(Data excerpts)
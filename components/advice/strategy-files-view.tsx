import { CodeBlock } from "@/components/ui/code-block";
import { Notice } from "@/components/ui/notice";
import type { StrategyFiles } from "@/lib/api/contract/cases";

/** How to run a strategy: options for PETSc with the calling lines they need, the same as a recipe in prose, and a batch script. */
export function StrategyFilesView({ files, prefix }: { files: StrategyFiles; prefix: string }) {
  const { options, recipe, batchScript } = files;
  return (
    <div className="grid grid-cols-1 gap-5">
      <div className="grid items-start gap-5 xl:grid-cols-[minmax(0,3fr)_minmax(0,2fr)]">
        {options.kind === "petsc" ? (
          <CodeBlock title={options.filename} code={options.text} fileName={`${prefix}${options.filename}`} />
        ) : (
          <Notice title="Recipe only">{options.reason}</Notice>
        )}
        <section aria-label="The same in prose">
          <h4 className="mb-1.5 text-sm font-semibold">The same in prose</h4>
          <ol className="grid list-decimal gap-1.5 pl-5 text-sm">
            {recipe.map((step, index) => (
              <li key={index}>{step}</li>
            ))}
          </ol>
        </section>
      </div>
      {options.kind === "petsc" && options.callingLines !== null && <CodeBlock title="Calling lines that go with it" code={options.callingLines} />}
      <CodeBlock title={batchScript.filename} code={batchScript.text} fileName={batchScript.filename} />
    </div>
  );
}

(EXERCISE DETAILS)
Repeat the data word for word.

(TASK ANSWER)
filename components/advice/strategy-files-view.tsx
import { CodeBlock } from "@/components/ui/code-block";
import { Notice } from "@/components/ui/notice";
import type { StrategyFiles } from "@/lib/api/contract/cases";

/** How to run a strategy: options for PETSc with the calling lines they need, the same as a recipe in prose, and a batch script. */
export function StrategyFilesView({ files, prefix }: { files: StrategyFiles; prefix: string }) {
  const { options, recipe, batchScript } = files;
  return (
    <div className="grid grid-cols-1 gap-5">
      <div className="grid items-start gap-5 xl:grid-cols-[minmax(0,3fr)_minmax(0,2fr)]">
        {options.kind === "petsc" ? (
          <CodeBlock title={options.filename} code={options.text} fileName={`${prefix}${options.filename}`} />
        ) : (
          <Notice title="Recipe only">{options.reason}</Notice>
        )}
        <section aria-label="The same in prose">
          <h4 className="mb-1.5 text-sm font-semibold">The same in prose</h4>
          <ol className="grid list-decimal gap-1.5 pl-5 text-sm">
            {recipe.map((step, index) => (
              <li key={index}>{step}</li>
            ))}
          </ol>
        </section>
      </div>
      {options.kind === "petsc" && options.callingLines !== null && <CodeBlock title="Calling lines that go with it" code={options.callingLines} />}
      <CodeBlock title={batchScript.filename} code={batchScript.text} fileName={batchScript.filename} />
    </div>
  );
}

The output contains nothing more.